• _Task details_:
Pull out every line with the word "split" from the entries below.

····················

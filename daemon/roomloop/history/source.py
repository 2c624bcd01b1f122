"""Where ``history``, ``report`` and ``tune`` get a zone's history: the site's file or a CSV.

``--since`` / ``--until`` take a span back from the end of the history (``24h``,
``7d``, ``90m``), a date or date-time (ISO 8601, in the site's time zone unless it
has an offset) or POSIX seconds. A span counts back from the newest tick, so a
history recorded on the demo's fast clock reads the same way as a real one.
"""

from __future__ import annotations

import os
import re
import sqlite3
from dataclasses import dataclass
from pathlib import Path
from zoneinfo import ZoneInfo

from roomloop.config.models import Site
from roomloop.errors import RoomloopError
from roomloop.history.csvfile import LocalTimeGap, parse_time, read_csv
from roomloop.history.store import HistoryFile, ZoneHistory, history_path, is_damaged

_SPAN = re.compile(r"^\s*(\d+(?:\.\d+)?)\s*([mhdw])\s*$")
_UNIT_S = {"m": 60.0, "h": 3600.0, "d": 86400.0, "w": 604800.0}


class HistoryUnavailable(RoomloopError):
    """No history to read: no file, no such zone in it, or nothing in the window."""


class HistoryUnreadable(HistoryUnavailable):
    """The site's history file is there but cannot be read (damaged, or cannot be opened):
    no zone of it can be read, so a command over all zones stops at the first."""


def _unreadable(path: Path, exc: sqlite3.DatabaseError) -> HistoryUnreadable:
    """One line naming the file, what is wrong and what to do."""
    if is_damaged(exc):
        return HistoryUnreadable(
            f"the history file {path} is damaged ({exc}) and cannot be read: the service "
            "(roomloop run) moves a damaged history file aside, to "
            f"{path.name}.damaged-<time>, and starts a new one when it finds the damage (at "
            "its start, or when a write fails); otherwise stop the service, move the file "
            "aside yourself and start it again"
        )
    return HistoryUnreadable(
        f"cannot read the history file {path}: {exc} (is it readable by this user, "
        "and not locked by another program?)"
    )


@dataclass(frozen=True, slots=True)
class Bound:
    """A window bound: an absolute time, or a span back from the newest tick."""

    at: float | None = None
    back_s: float | None = None

    def resolve(self, newest: float) -> float | None:
        if self.back_s is not None:
            return newest - self.back_s
        return self.at


def parse_bound(text: str | None, tz: ZoneInfo, option: str) -> Bound:
    """``24h``/``7d``/``90m``/``2w``, an ISO date or date-time, or POSIX seconds."""
    if text is None:
        return Bound()
    match = _SPAN.match(text)
    if match:
        return Bound(back_s=float(match.group(1)) * _UNIT_S[match.group(2)])
    try:
        return Bound(at=parse_time(text, tz))
    except LocalTimeGap as exc:
        raise ValueError(f"{option} {exc}") from None
    except ValueError:
        raise ValueError(
            f"{option} {text!r}: give a span back from the end of the history (24h, 7d, 90m), "
            "a date or date-time (2026-01-05, 2026-01-05T07:00), or POSIX seconds"
        ) from None


def site_history_path(site: Site, state_dir: str | None) -> Path:
    """The history file of ``site``: under ``state_dir`` if given, else $STATE_DIRECTORY,
    else the site's own ``state_dir`` (the same order ``run`` uses)."""
    if state_dir:
        directory = state_dir
    elif os.environ.get("STATE_DIRECTORY"):
        directory = os.environ["STATE_DIRECTORY"].split(":")[0]
    else:
        directory = site.site.state_dir
    return history_path(directory, site.name)


def load_history(
    site: Site,
    zone: str,
    *,
    state_dir: str | None = None,
    csv_path: str | None = None,
    since: Bound = Bound(),
    until: Bound = Bound(),
) -> ZoneHistory:
    """The zone's history in the window, from ``csv_path`` or from the site's history file.

    From the file, the site's outdoor point (recorded with each zone's ticks) becomes the
    history's outdoor temperature, which ``tune`` fits with.

    Raises :class:`HistoryUnavailable` (one clear line) when there is nothing to read
    (:class:`HistoryUnreadable` when the file is damaged or cannot be opened), and
    :class:`~roomloop.history.csvfile.CsvError` for a bad CSV.
    """
    tz = ZoneInfo(site.site.timezone)
    if csv_path is not None:
        full = read_csv(csv_path, zone=zone, tz=tz, units=site.site.units)
        where = csv_path
    else:
        path = site_history_path(site, state_dir)
        if not path.exists():
            raise HistoryUnavailable(
                f"no history file {path} (the service keeps one while it runs with "
                "history enabled; or give --state-dir, or --history FILE.csv)"
            )
        full = _read_file(path, zone)
        outdoor = site.site.outdoor_point
        if outdoor is not None and outdoor in full.points and full.outdoor is None:
            full.outdoor = [v if verdict == "ok" else None for v, verdict in full.points[outdoor]]
        where = str(path)
    if not full.time:
        raise HistoryUnavailable(f"{where}: no ticks of zone {zone!r}")
    newest = full.time[-1]
    lo = since.resolve(newest)
    hi = until.resolve(newest)
    if lo is None and hi is None:
        return full
    out = window(full, lo, hi)
    if not out.time:
        raise HistoryUnavailable(f"{where}: no ticks of zone {zone!r} in the window asked for")
    return out


def _read_file(path: Path, zone: str) -> ZoneHistory:
    """The zone's ticks from the history file; :class:`HistoryUnreadable` for a file that
    cannot be read, :class:`HistoryUnavailable` for a zone it does not hold."""
    try:
        db = HistoryFile(path)
        try:
            zones = db.zones()
            if zone not in zones:
                raise HistoryUnavailable(
                    f"no history of zone {zone!r} in {path} (zones there: "
                    + (", ".join(zones) or "none")
                    + ")"
                )
            return db.read(zone)
        finally:
            db.close()
    except sqlite3.DatabaseError as exc:
        raise _unreadable(path, exc) from None


def window(history: ZoneHistory, lo: float | None, hi: float | None) -> ZoneHistory:
    """The ticks with ``lo <= time < hi`` (either bound may be None)."""
    keep = [
        k
        for k, at in enumerate(history.time)
        if (lo is None or at >= lo) and (hi is None or at < hi)
    ]
    out = ZoneHistory(history.zone)
    for name in (
        "time", "temperature", "setpoint", "level", "mode", "relay", "anticipator_k",
        "droop_k", "fail_safe", "reason",
    ):
        column = getattr(history, name)
        setattr(out, name, [column[k] for k in keep])
    out.points = {name: [col[k] for k in keep] for name, col in history.points.items()}
    if history.outdoor is not None:
        out.outdoor = [history.outdoor[k] for k in keep]
    return out
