@dataclass(frozen=True, eq=False)
class RigData:
    """A skeleton in its rest pose.

    Parameters
    ----------
    names : sequence of str  unique bone names
    parents : sequence of int  parent index of each bone, -1 for a root
    heads, tails : array_like, shape (n_bones, 3)  rest positions [m]
    up : 3-vector  up direction in the same space (default +Z)
    left : 3-vector  the character's left (default +X, Blender's front view)
    """

    names: tuple
    parents: tuple
    heads: np.ndarray
    tails: np.ndarray
    up: tuple = (0.0, 0.0, 1.0)
    left: tuple = (1.0, 0.0, 0.0)

    def __post_init__(self):
        names, parents = tuple(str(n) for n in self.names), tuple(int(p) for p in self.parents)
        n = len(names)
        if n == 0 or len(set(names)) != n:
            raise InvalidGoalError(f"a rig needs at least one bone and unique names, got {n} names "
                                   f"with {n - len(set(names))} repeated; rename the duplicates")
        heads, tails = (np.array(a, float).reshape(-1, 3) if np.size(a) == 3 * n else None
                        for a in (self.heads, self.tails))
        if heads is None or tails is None or len(parents) != n:
            raise InvalidGoalError(f"rig with {n} bones needs {n} parents and heads/tails of shape ({n}, 3), "
                                   f"got {len(parents)} parents, shapes {np.shape(self.heads)} and "
                                   f"{np.shape(self.tails)}")
        if not (np.isfinite(heads).all() and np.isfinite(tails).all()):
            raise InvalidGoalError("rig rest positions contain NaN or infinity; give finite positions [m]")
        for i in range(n):  # a parent chain longer than n bones must loop
            j, steps = i, 0
            while j >= 0 and steps <= n:
                if not -1 <= parents[j] < n:
                    raise InvalidGoalError(f"bone {names[j]!r} has parent index {parents[j]}; give -1 or "
                                           f"another bone's index (0..{n - 1})")
                j, steps = parents[j], steps + 1
            if j >= 0:
                raise InvalidGoalError(f"bone {names[i]!r} is its own ancestor; break the parent loop")
        up, left = _unit(self.up, "up"), _unit(self.left, "left")
        if abs(up @ left) > 0.5:
            raise InvalidGoalError(f"up {tuple(up)} and left {tuple(left)} must be far from parallel; "
                                   f"give e.g. up (0, 0, 1) and left (1, 0, 0)")
        for attr, value in (("names", names), ("parents", parents), ("heads", heads), ("tails", tails),
                            ("up", tuple(up)), ("left", tuple(left))):
            object.__setattr__(self, attr, value)

    def index(self, name):
        """Index of the bone called ``name``; raises InvalidGoalError naming close choices."""
        try:
            return self.names.index(name)
        except ValueError:
            raise InvalidGoalError(f"the rig has no bone {name!r}; bones are: "
                                   f"{', '.join(self.names[:20])}{' ...' if len(self.names) > 20 else ''}") from None


@dataclass(frozen=True)
class Landmarks:
    """Where each landmark sits on a rig.

    Attributes
    ----------
    bone_names : tuple of str  the rig's bones, in its order
    points : dict  landmark name -> tuple of (bone index, 0 for head / 1 for tail); several
        pairs mean their average
    """

    bone_names: tuple
    points: dict

    def as_text(self):
        """Landmark -> ``"bone@head+bone@tail"``: what :func:`map_by_hand` accepts back."""
        return {k: "+".join(f"{self.bone_names[b]}@{'tail' if e else 'head'}" for b, e in v)
                for k, v in self.points.items()}


def _sided(name):
    return [f"{name}.L", f"{name}.R"] if name in SIDED_LANDMARKS else [name]


def map_by_hand(rig, mapping):
    """Landmarks written out by the user.

    Parameters
    ----------
    rig : RigData
    mapping : dict of str -> str
        Landmark (``"vertex"``, ``"shoulder.L"`` ...; see ``landmark_names.LANDMARKS``) to
        a bone name (its head), ``"name@tail"``, or ``"a@head+b@head"`` for an average.
    """
    points = {}
    for key, spec in dict(mapping).items():
        base = key[:-2] if key[-2:] in (".L", ".R") else key
        if base not in LANDMARKS or (base in SIDED_LANDMARKS) != (base != key):
            raise InvalidGoalError(f"unknown landmark {key!r}; use one of "
                                   f"{', '.join(n for b in LANDMARKS for n in _sided(b))}")
        pairs = []
        for part in str(spec).split("+"):
            name, _, end = part.strip().partition("@")
            if end not in ("", "head", "tail"):
                raise InvalidGoalError(f"landmark {key!r}: {part!r} must end in @head or @tail")
            pairs.append((rig.index(name), 1 if end == "tail" else 0))
        points[key] = tuple(pairs)
    return Landmarks(rig.names, points)


class RigLayoutError(LeapwrightError):
    """The bone tree does not read as a humanoid; ``reason`` says what was not found.

    The message adds how to map the bones in code (:data:`HOW_TO_MAP`); a panel shows
    ``reason`` with its own fill-in bone map instead.
    """

    def __init__(self, reason):
        self.reason = reason
        super().__init__(f"cannot read the rig's layout: {reason}. Check that the rest pose stands "
                         f"upright in a T or A pose with the given up and left axes, or {HOW_TO_MAP}")


def _unreadable(reason):
    return RigLayoutError(reason)
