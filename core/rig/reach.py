"""Keeping a leg within its length: how far to pivot the foot on its ball (heel lift).

A leg of thigh plus shin cannot reach farther than its rest length without stretching
(the rig's IK would scale its bones). When the planned hip rises farther from the planted
ball of the foot than the leg reaches with the foot flat, the heel lifts: the foot turns
about the ball's side-to-side axis and the ankle rises on a circle around the ball
(common practice: push-off rolls onto the toes). In the air the same turn points the toes.
"""

import numpy as np

__all__ = ["toe_pivot_angles", "MAX_PIVOT"]

#: Largest turn of the foot on its ball [rad] (design choice: 60 deg, a full rise onto the toes).
MAX_PIVOT = np.radians(60.0)
_GRID = 121  # turns tried per sample before bisection (0.5 deg apart)


def _turned(v, axis, angle):
    """``v`` (3,) turned about unit ``axis`` by ``angle`` [rad] (Rodrigues' rotation formula)."""
    c, s = np.cos(angle), np.sin(angle)
    return v * c + np.cross(axis, v) * s + axis * (axis @ v) * (1.0 - c)


def toe_pivot_angles(hips, ankles, balls, lateral, reach, max_angle=MAX_PIVOT, up=(0.0, 0.0, 1.0)):
    """Smallest heel lift per sample that keeps each hip-to-ankle distance within ``reach``.

    Parameters
    ----------
    hips, ankles, balls : array_like (F, 3)  hip joint, ankle and ball of the foot with the foot
        flat (as planned) [m]
    lateral : 3-vector  the foot's side-to-side axis (any sign)
    reach : float  the leg's rest length, thigh plus shin [m]
    max_angle : float  the largest turn allowed [rad]
    up : 3-vector

    Returns
    -------
    angles : ndarray (F,)  turn about ``axis`` that lifts the heel [rad], 0 where the leg reaches
    axis : ndarray (3,)  the unit axis the turn is about (the sign that lifts the heel)
    short : ndarray (F,)  how far the hip is still out of reach at ``max_angle`` [m], 0 where reached
    """
    hips, ankles, balls = (np.asarray(x, float).reshape(-1, 3) for x in (hips, ankles, balls))
    axis = np.asarray(lateral, float) / np.linalg.norm(lateral)
    up = np.asarray(up, float)
    probe = _turned(ankles[0] - balls[0], axis, 1e-3) + balls[0]
    if probe @ up < ankles[0] @ up:
        axis = -axis  # the sign that lifts the heel
    grid = np.linspace(0.0, max_angle, _GRID)
    angles, short = np.zeros(len(hips)), np.zeros(len(hips))
    for i, (h, a, b) in enumerate(zip(hips, ankles, balls)):
        def gap(th):
            return np.linalg.norm(h - (b + _turned(a - b, axis, th))) - reach
        if gap(0.0) <= 0.0:
            continue
        values = np.array([gap(th) for th in grid])
        hit = np.flatnonzero(values <= 0.0)
        if not hit.size:
            angles[i], short[i] = max_angle, float(values.min())
            continue
        lo, hi = grid[hit[0] - 1], grid[hit[0]]
        for _ in range(40):
            mid = 0.5 * (lo + hi)
            lo, hi = (mid, hi) if gap(mid) > 0.0 else (lo, mid)
        angles[i] = hi
    return angles, axis, short


def largest_rise(hip, ankle, ball, lateral, reach, max_angle=MAX_PIVOT, up=(0.0, 0.0, 1.0)):
    """How far the hip can rise straight up from its rest place with the ball planted [m].

    The leg keeps its length ``reach`` and the foot rolls onto its ball up to ``max_angle``
    (:func:`toe_pivot_angles`); found by bisection to 0.1 mm.

    Parameters
    ----------
    hip, ankle, ball : 3-vectors  rest positions [m]
    lateral, reach, max_angle, up : as :func:`toe_pivot_angles`
    """
    hip, up = np.asarray(hip, float), np.asarray(up, float)

    def reached(rise):
        return toe_pivot_angles([hip + rise * up], [ankle], [ball], lateral, reach, max_angle, up)[2][0] <= 0.0
    lo, hi = 0.0, float(reach)
    if not reached(lo):
        return 0.0
    while hi - lo > 1e-4:
        mid = 0.5 * (lo + hi)
        lo, hi = (mid, hi) if reached(mid) else (lo, mid)
    return lo
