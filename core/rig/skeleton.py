"""The deform skeleton of a production rig: the bones that move the mesh, as one tree.

A production rig (Rigify's, for one) has hundreds of bones in layers: controls the
animator poses, mechanism bones that compute, and the deform bones that skin the mesh
and copy the mechanism. Only the deform bones say where the body is, but they are not
always one tree: a deform thigh may hang from a mechanism copy of the spine rather than
from the deform spine. Such a bone is joined to the deform bone that sits where its
nearest non-deform ancestor sits in the rest pose (its "twin": the same head and
tail), which is how layered rigs are built (common practice: each layer duplicates the
bones of the one below). Names are never read.
"""

import numpy as np

__all__ = ["deform_tree", "TWIN_TOLERANCE"]

#: Two bones are twins when their rest heads and tails agree to this fraction of the
#: rig's size (design choice: rig layers are exact copies, to float32 rounding).
TWIN_TOLERANCE = 1e-4


def deform_tree(parents, heads, tails, deform):
    """Indices and parents of the deform bones, joined into a tree through their twins.

    Parameters
    ----------
    parents : sequence of int  parent index of each bone of the whole rig, -1 for none
    heads, tails : array_like (n, 3)  rest positions [any length unit, one space]
    deform : sequence of bool  which bones deform the mesh

    Returns
    -------
    keep : ndarray of int  indices (into the whole rig) of the deform bones, in rig order
    tree_parents : ndarray of int  parent of each kept bone as an index into ``keep``, -1 for a root

    Notes
    -----
    Each deform bone's parent is its nearest deform ancestor, or else the deform twin of
    its nearest ancestor that has one; a deform bone whose ancestors have neither is a root.
    """
    heads, tails = np.asarray(heads, float).reshape(-1, 3), np.asarray(tails, float).reshape(-1, 3)
    deform = np.asarray(deform, bool)
    parents = np.asarray(parents, int)
    keep = np.flatnonzero(deform)
    where = {int(b): k for k, b in enumerate(keep)}
    size = float(np.ptp(np.vstack([heads, tails]), axis=0).max()) if len(heads) else 0.0
    tol = TWIN_TOLERANCE * max(size, 1e-12)
    ends = np.hstack([heads[keep], tails[keep]])  # (k, 6)

    def twin(i):
        gap = np.abs(ends - np.concatenate([heads[i], tails[i]])).max(axis=1)
        hits = np.flatnonzero(gap <= tol)
        return int(hits[0]) if hits.size else None

    out = np.full(len(keep), -1, dtype=int)
    for k, bone in enumerate(keep):
        j, steps = int(parents[bone]), 0
        while j >= 0 and steps <= len(parents):
            if deform[j]:
                out[k] = where[j]
                break
            t = twin(j)
            if t is not None and t != k and not _descends(out, t, k):
                out[k] = t
                break
            j, steps = int(parents[j]), steps + 1
    return keep, out


def _descends(tree_parents, a, b):
    """Whether ``a`` is ``b`` or already hangs below ``b`` (a join there would make a loop)."""
    seen = 0
    while a >= 0 and seen <= len(tree_parents):
        if a == b:
            return True
        a, seen = int(tree_parents[a]), seen + 1
    return False
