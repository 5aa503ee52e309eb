"""The landmarks a rig can supply: joints and tips, by name, with what each stands for.

Segment tables (the body's masses) name their segments' ends with these; the rig reading
finds them in a bone tree.
"""

#: Rig landmarks a table may name. ``.L``/``.R`` pairs are resolved per side.
LANDMARKS = {
    "vertex": "top of the skull (tail of the skull bone)",
    "skull_base": "top of the neck (head of the skull bone)",
    "neck_base": "base of the neck, about C7 (head of the first bone above the chest)",
    "hip_mid": "midpoint of the two hip joints",
    "shoulder_mid": "midpoint of the two shoulder joints",
    "shoulder": "shoulder joint (head of the upper-arm bone)",
    "elbow": "elbow joint",
    "wrist": "wrist joint (head of the hand bone)",
    "knuckles": "knuckles (tail of the hand bone)",
    "hip": "hip joint (head of the thigh bone)",
    "knee": "knee joint",
    "ankle": "ankle joint (head of the foot bone)",
    "ball": "ball of the foot (tail of the foot bone)",
    "toe_tip": "tip of the toes (tail of the last bone of the leg)",
}
#: Landmarks that exist once per side.
SIDED_LANDMARKS = ("shoulder", "elbow", "wrist", "knuckles", "hip", "knee", "ankle", "ball", "toe_tip")
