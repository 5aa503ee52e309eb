"""What a written jump plays as, against what was planned: body path, flight, feet, legs.

Plain arrays in, findings out. The add-on samples the evaluated deform skeleton (world
space, scene time) and gives it here with the plan's own path; these functions say how
far the two differ and where, so the add-on can name the cause in the animator's words.
"""

from dataclasses import dataclass

import numpy as np

__all__ = ["PathGap", "path_gap", "implied_gravity", "leg_stretch", "foot_slide", "PATH_TOLERANCE",
           "GRAVITY_TOLERANCE", "STRETCH_TOLERANCE", "SLIDE_TOLERANCE"]

#: The played body may leave the planned path by this much [m] (design choice: 1 cm, below
#: what reads on screen at a full-body framing).
PATH_TOLERANCE = 0.01
#: Share by which the played flight's gravity may differ from the planned one [-] (design
#: choice; a float32 key time alone moves it by far less).
GRAVITY_TOLERANCE = 0.02
#: Largest leg stretch beyond its rest length [-] (design choice: 1 %).
STRETCH_TOLERANCE = 0.01
#: Largest slide of a planted foot [m] (design choice: 1 cm).
SLIDE_TOLERANCE = 0.01


@dataclass(frozen=True)
class PathGap:
    """The largest distance between the played and planned displacements.

    Attributes
    ----------
    largest : float  [m]
    index : int  sample where it is largest
    played_rise, planned_rise : float  highest rise above the first sample [m]
    """

    largest: float
    index: int
    played_rise: float
    planned_rise: float


def path_gap(played, planned, up=(0.0, 0.0, 1.0)):
    """Compare two paths as displacements from their first sample.

    Parameters
    ----------
    played, planned : array_like (F, 3)  positions [m], world space, same sample times
    up : 3-vector  the world's up

    Returns
    -------
    PathGap
    """
    played, planned = np.asarray(played, float), np.asarray(planned, float)
    a, b = played - played[0], planned - planned[0]
    gap = np.linalg.norm(a - b, axis=1)
    up = np.asarray(up, float)
    k = int(np.argmax(gap))
    return PathGap(float(gap[k]), k, float((a @ up).max()), float((b @ up).max()))


def implied_gravity(heights, fps):
    """Gravity a falling height series implies: minus twice the quadratic term of a fit [m/s^2].

    Parameters
    ----------
    heights : array_like (F,)  heights at successive frames of one flight [m], F >= 3
    fps : float  frames per second [1/s]

    References
    ----------
    Free fall: z(t) = z0 + v0 t - g t^2 / 2 (a physics law), fitted by least squares.
    """
    z = np.asarray(heights, float)
    if z.size < 3:
        return float("nan")
    t = np.arange(z.size) / float(fps)
    return float(-2.0 * np.polyfit(t, z, 2)[0])


def leg_stretch(hips, knees, ankles, rest_length):
    """Stretch of a two-piece leg beyond its rest length, per sample [-] (0.03 = 3 % longer).

    Parameters
    ----------
    hips, knees, ankles : array_like (F, 3)  joint positions [m]
    rest_length : float  thigh plus shin at rest [m]
    """
    hips, knees, ankles = (np.asarray(x, float) for x in (hips, knees, ankles))
    length = np.linalg.norm(knees - hips, axis=1) + np.linalg.norm(ankles - knees, axis=1)
    return length / float(rest_length) - 1.0


def foot_slide(ankles, up=(0.0, 0.0, 1.0)):
    """Largest horizontal distance [m] of a foot from where it stood at the first sample."""
    ankles = np.asarray(ankles, float)
    up = np.asarray(up, float)
    d = ankles - ankles[0]
    d = d - np.outer(d @ up, up)
    return float(np.linalg.norm(d, axis=1).max()) if len(d) else 0.0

····················

• _Result for this exercise_:
        directory = os.environ["STATE_DIRECTORY"].split(":")[0]
        for part in str(spec).split("+"):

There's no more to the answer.